Monday, 25 July 2016

The way through my PhD, and how I managed to get to my defense

That moment that I've been working towards for so long, it's finally here! Just over 2 weeks ago, I successfully defended my PhD thesis. I'm only a few minor corrections away from officially being a Dr. - yay! But let's go back and see how I got here. I'll follow up and tell you about the actual defense in the next post, so stay tuned!
After a bunch of applications and preparation, I started my PhD at UBC in Vancouver in September 2011. The anticipated time to do a PhD at UBC is 4 years, but most people that I know have taken a bit more than that, usually 4.5-5 years. Taking into account my 4-months leave last summer, I managed to fall pretty much exactly into that time frame. 

The first couple of years were quite "slow", meaning that I didn't make tons of research progress. This is quite normal, it took some time to get my bearings in a new city and at a new university, I took some classes, my supervisor was on sabbatical for a year, and we spend some time trying to figure out what exactly I would work on. 

Once we had the details of the project narrowed down, I took my "candidacy exam". The main step was to write a proposal for my work, and then have a "mini-defense" in front of my supervisory committee. This exam exists so they can determine whether I would advance from PhD student to PhD candidate - a first stamp of approval that says, "Yes, we think she will be capable of doing the work and successful in her PhD". Around this time, my supervisor and I agreed that I should have at least three publications in order to finish my degree.

The pace picked up a bit in my third year, when we spent quite some time writing my first publication. It was a slower process than I expected, partly because I had only written a publication with my Master's supervisor, and my PhD supervisor and I needed to work out how to align our writing styles, our ways of thinking, etc. It was really good to do this waaaay before I was due to write my actual thesis, I imagine the thesis would have been quite a big effort otherwise.

In my fourth year, I thought I had a plan and was on schedule to finish by summer 2016 without a huge rush. Of course, the way these things go, the plan fell through and I went on leave for an internship, knowing that I would only have two semesters left when getting back to UBC, and still having to do a TON of research, and write up two publications about said research. 

Those last two semesters, the end of my fourth and beginning of my fifth year were a crazy, crazy time. I spent most of my waking hours trying to get the research done as soon as possible, and at least have my second paper accepted, if not published by the time my thesis needed to be submitted.
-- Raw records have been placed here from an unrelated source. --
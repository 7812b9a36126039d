'use client';

import { Button } from '@/components/ui/button';
import { useDrawing } from '@/lib/client/use-drawing';
import { KIND_WORDS } from '@/lib/edits';
import { isSiteKind, type Kind } from '@/lib/layout';

const capital = (text: string): string => text.charAt(0).toUpperCase() + text.slice(1);

/** Takes a piece in hand, to be placed on the plan next. */
export function TakeInHand({ kinds }: { kinds: readonly Kind[] }) {
  const take = useDrawing((s) => s.take);
  const inHand = useDrawing((s) => s.inHand);
  const canChangeSite = useDrawing((s) => s.canChangeSite);
  return (
    <span className="flex flex-wrap gap-2">
      {kinds
        .filter((kind) => canChangeSite || !isSiteKind(kind))
        .map((kind) => {
          const words = capital(KIND_WORDS[kind]);
          return (
            <Button
              key={kind}
              className="pointer-coarse:!min-h-11 !min-h-9 !px-3"
              aria-pressed={inHand?.kind === kind}
              onClick={() => take({ kind, words, members: {} })}
            >
              {inHand?.kind === kind ? `${words} in hand` : `Draw ${KIND_WORDS[kind]}`}
            </Button>
          );
        })}
    </span>
  );
}
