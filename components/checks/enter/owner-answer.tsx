'use client';

import { Field, Select } from '@/components/ui/field';
import { useDrawing } from '@/lib/client/use-drawing';
import { ANSWER_CLASSES, type AnswerClass } from '@/lib/layout';

const ANSWERS = { marked: 'marked', clear: 'clear', waiting: 'waiting' } as const;
type Answer = keyof typeof ANSWERS;

const isClass = (subject: string | null): subject is AnswerClass =>
  (ANSWER_CLASSES as readonly (string | null)[]).includes(subject);

/** What the owner of one class of buried lines answered. Waiting is an answer still to come. */
export function OwnerAnswer({ subject }: { subject: string | null }) {
  const given = useDrawing((s) => (isClass(subject) ? s.sheet.site.answers[subject] : null));
  const canChangeSite = useDrawing((s) => s.canChangeSite);
  const apply = useDrawing((s) => s.apply);
  if (!isClass(subject)) return null;

  const enter = (chosen: string): void => {
    const answer = (Object.keys(ANSWERS) as Answer[]).find((one) => one === chosen);
    apply(
      {
        type: 'set-ground',
        answers: { [subject]: answer ? { answer, at: new Date().toISOString() } : null },
      },
      `Record the owner's answer for ${subject}`,
    );
  };

  return (
    <Field label={<span className="sr-only">Owner’s answer for {subject}</span>}>
      {(ties) => (
        <Select
          {...ties}
          className="!py-1"
          disabled={!canChangeSite}
          value={given?.answer ?? ''}
          onChange={(event) => enter(event.target.value)}
        >
          <option value="">Owner has not answered</option>
          <option value="waiting">Asked, waiting</option>
          <option value="marked">Marked on the ground</option>
          <option value="clear">Clear: owner has no lines here</option>
        </Select>
      )}
    </Field>
  );
}
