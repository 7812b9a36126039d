'use client';

import { Button } from '@/components/ui/button';
import { useDrawing } from '@/lib/client/use-drawing';
import { TakeInHand } from './take-in-hand';

/** Somebody looked up and there is none, or there is one to draw. */
export function NoneOverhead() {
  const apply = useDrawing((s) => s.apply);
  const canChangeSite = useDrawing((s) => s.canChangeSite);
  if (!canChangeSite) return null;
  return (
    <span className="flex flex-wrap gap-2">
      <Button
        className="pointer-coarse:!min-h-11 !min-h-9 !px-3"
        onClick={() =>
          apply(
            { type: 'set-ground', overhead_none_known_as_of: new Date().toISOString() },
            'Record that no overhead line is known',
          )
        }
      >
        Looked up now: none
      </Button>
      <TakeInHand kinds={['overhead-line']} />
    </span>
  );
}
In addition, I had chosen to move to the UK more or less permanently during that time, so I also had to organize my move and all sorts of logistical issues. 

That second paper took its sweet time, but was finally accepted just a couple of weeks before my thesis was due. Because the revisions for this publication had taken so long, there wasn't much time for paper number 3. Within about three weeks in early-mid April of this year, I churned out my last publication, and managed to get it into a submittable state just in time. We submitted the thesis and the paper a day ahead of schedule, set a date for my defense, took care of all the logistics, and the following weeks were amazingly free of worries and work. 
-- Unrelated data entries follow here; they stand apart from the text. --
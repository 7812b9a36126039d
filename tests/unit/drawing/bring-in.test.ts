import { readFileSync } from 'node:fs';
import { expect, test } from 'vitest';
import { broughtIn, takenWords, type FileSheet } from '@/components/drawing/files/bring-in';
import { applyEdit } from '@/lib/edits';
import { emptyLayout, EMPTY_GROUND, type Sheet } from '@/lib/layout';
import { parseExchange } from '@/lib/layout/exchange';

const parsed = parseExchange(
  JSON.parse(readFileSync('tests/fixtures/exchange/everything-met.geojson', 'utf8')),
);
if (!parsed.ok) throw new Error('the fixture is sound');
const file: FileSheet = parsed;
const empty: Sheet = { layout: emptyLayout([-100, 40], 'Here'), site: EMPTY_GROUND };

test('the file’s pieces take the place of those drawn; name and limits stay ours', () => {
  const sheet = broughtIn(empty, file, { takeGround: false });
  expect(sheet.layout.pieces).toEqual(file.sheet.layout.pieces);
  expect(sheet.layout.name).toBe('Here');
  expect(sheet.site).toBe(empty.site);
  expect(applyEdit(empty, { type: 'replace', sheet })).toEqual(sheet);
});

test('of the file’s ground only what the site lacks is added', () => {
  const [first] = file.sheet.site.features;
  const site = {
    ...EMPTY_GROUND,
    features: [first!],
    answers: { electric: { answer: 'waiting' as const } },
  };
  const sheet = broughtIn({ ...empty, site }, file, { takeGround: true });
  expect(sheet.site.features).toHaveLength(file.sheet.site.features.length);
  expect(sheet.site.answers.electric).toEqual({ answer: 'waiting' });
  expect(sheet.site.answers.sewer).toEqual(file.sheet.site.answers.sewer);
  const twice = broughtIn(sheet, file, { takeGround: true });
  expect(twice.site).toEqual(sheet.site);
});

test('what is left out is said', () => {
  const words = takenWords(empty, file, { takeGround: false });
  expect(words.left[0]).toContain('your agency’s own stay in force');
  expect(words.left[1]).toBe('1 site feature of the file');
  expect(takenWords(empty, file, { takeGround: true }).left).toHaveLength(1);
});
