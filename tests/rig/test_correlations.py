"""Correlations of a rig: read with every mistake named, kept with the result, and felt in the budget."""

from __future__ import annotations

import dataclasses

import numpy as np
import pytest

from shpb.errors import FileMistakes, InputError
from shpb.reduction import ShotResult, reduce
from shpb.rig.correlations import NAMES, Correlation
from shpb.rig.rig import Rig
from shpb.rig.rig_file import rig_from_text
from shpb.store.plain import from_plain, to_plain
from tests.rig.conftest import RIG
from tests.synthetic import copper, record_of, rig, sheet, uniform_plastic_shot


def read(table: str) -> Rig:
    return rig_from_text(f"{RIG}\n[correlations]\n{table}\n", "rig.toml")


def test_pairs_are_read() -> None:
    found = read(
        '"incident gauge factor | transmitted gauge factor" = 0.8\n"bars: wave speed|bars: density" = -1'
    )
    assert found.correlations == (
        Correlation("incident gauge factor", "transmitted gauge factor", 0.8),
        Correlation("bars: wave speed", "bars: density", -1.0),
    )
    assert from_plain(Rig, to_plain(found)).correlations == found.correlations


@pytest.mark.parametrize(
    ("line", "said"),
    [
        ('"incident gain" = 0.5', "two different names"),
        ('"incident gain | incident gain" = 0.5', "two different names"),
        ('"incident gian | transmitted gain" = 0.5', "Did you mean incident gain"),
        ('"incident gain | transmitted gain" = 1.5', "from -1 to 1"),
        ('"incident gain | transmitted gain" = true', "from -1 to 1"),
        (
            '"incident gain | transmitted gain" = 0.5\n"transmitted gain | incident gain" = 0.5',
            "each pair once",
        ),
    ],
)
def test_mistakes_are_named(line: str, said: str) -> None:
    with pytest.raises(FileMistakes, match=said):
        read(line)


def _reduced(*correlations: Correlation) -> ShotResult:
    lab = dataclasses.replace(rig(), correlations=correlations)
    faces, _ = uniform_plastic_shot(lab, copper())
    return reduce(record_of(faces, lab), lab, sheet())


def test_gauges_of_one_packet_agree_better_about_equilibrium() -> None:
    # F_in and F_out scale together: the budget of R loses what the two factors do against each other, the stress by
    # one wave keeps all of its own.
    apart = _reduced()
    together = _reduced(Correlation("incident gauge factor", "transmitted gauge factor", 1.0))
    at = sum(apart.response.loading) // 2
    assert together.budget.u_force_difference[at] < 0.96 * apart.budget.u_force_difference[at]
    np.testing.assert_allclose(together.budget.u["stress_1w"], apart.budget.u["stress_1w"], rtol=1e-9)
    # Three-wave stress, the mean of both, is less certain: 2 r c_a c_b is added.
    assert together.budget.u["stress_3w"][at] > apart.budget.u["stress_3w"][at]
    assert any(line.source == "correlations" for line in together.budget.contributions)


def test_a_name_of_another_rig_is_refused() -> None:
    assert "incident bar: density" in NAMES
    with pytest.raises(InputError, match="incident bar: density"):
        _reduced(Correlation("incident bar: density", "incident gain", 0.5))  # these bars are of one stock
I'll talk more about the actual defense next time, but for now I want to finish with four take-home points, that will hopefully help you, as a PhD or other graduate student, to focus on what's important and stay on schedule. If you're not in grad school and have no intention of every going down that route, then maybe at least with this post you will have gotten a glimpse into my life for the last few months and years, and forgive me for neglecting my blog or friends for a while here and there.
So here's the gist:
  1. Don't worry, if things seem to be progressing quite slowly in the beginning (or almost up to the end). Most people I know did almost all of their really productive work in their last year.
  2. Have clear goals set from the start, and make sure you're on the same page as your supervisor (having 3 publications was the goal in my case). That way it's easy for you to check in on the way and decide when to call it a day.
  3. Have a plan, but be prepared for things to go wrong - because they will. Inevitably.
  4. Try to publish as much as you can on the way, if your university allows it, and use those publications in your thesis. That way you'll have parts of your thesis written way before you're actually thinking about sitting down to write that dissertation.